### Work task
Take the entries that follow and write each one out exactly.
▬▬▬▬▬▬▬▬▬▬
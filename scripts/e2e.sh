#!/usr/bin/env bash
# Runs Playwright specs alone (what npm test does for its last step): fresh e2e database, migrations, demo
# seed, production build, then `playwright test` with any arguments given, e.g. `bash scripts/e2e.sh api.spec.ts`.
set -euo pipefail
source "$(dirname "$0")/env.sh"
cd "$ROOT_DIR"
bash scripts/db.sh start >/dev/null
export E2E_DATABASE_URL="$(database_url "${DB_NAME}_e2e")"
bash scripts/db.sh reset-db "${DB_NAME}_e2e"
DATABASE_URL="$E2E_DATABASE_URL" node_modules/.bin/tsx scripts/migrate.ts
DATABASE_URL="$E2E_DATABASE_URL" node_modules/.bin/tsx scripts/seed.ts
if [ "${SKIP_BUILD:-0}" != 1 ]; then npm run -s build >/dev/null; fi
node_modules/.bin/playwright test -c tests/playwright.config.ts "$@"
▬▬▬▬▬▬▬▬▬▬
### Answer section
filename scripts/e2e.sh
#!/usr/bin/env bash
# Runs Playwright specs alone (what npm test does for its last step): fresh e2e database, migrations, demo
# seed, production build, then `playwright test` with any arguments given, e.g. `bash scripts/e2e.sh api.spec.ts`.
set -euo pipefail
source "$(dirname "$0")/env.sh"
cd "$ROOT_DIR"
bash scripts/db.sh start >/dev/null
export E2E_DATABASE_URL="$(database_url "${DB_NAME}_e2e")"
bash scripts/db.sh reset-db "${DB_NAME}_e2e"
DATABASE_URL="$E2E_DATABASE_URL" node_modules/.bin/tsx scripts/migrate.ts
DATABASE_URL="$E2E_DATABASE_URL" node_modules/.bin/tsx scripts/seed.ts
if [ "${SKIP_BUILD:-0}" != 1 ]; then npm run -s build >/dev/null; fi
node_modules/.bin/playwright test -c tests/playwright.config.ts "$@"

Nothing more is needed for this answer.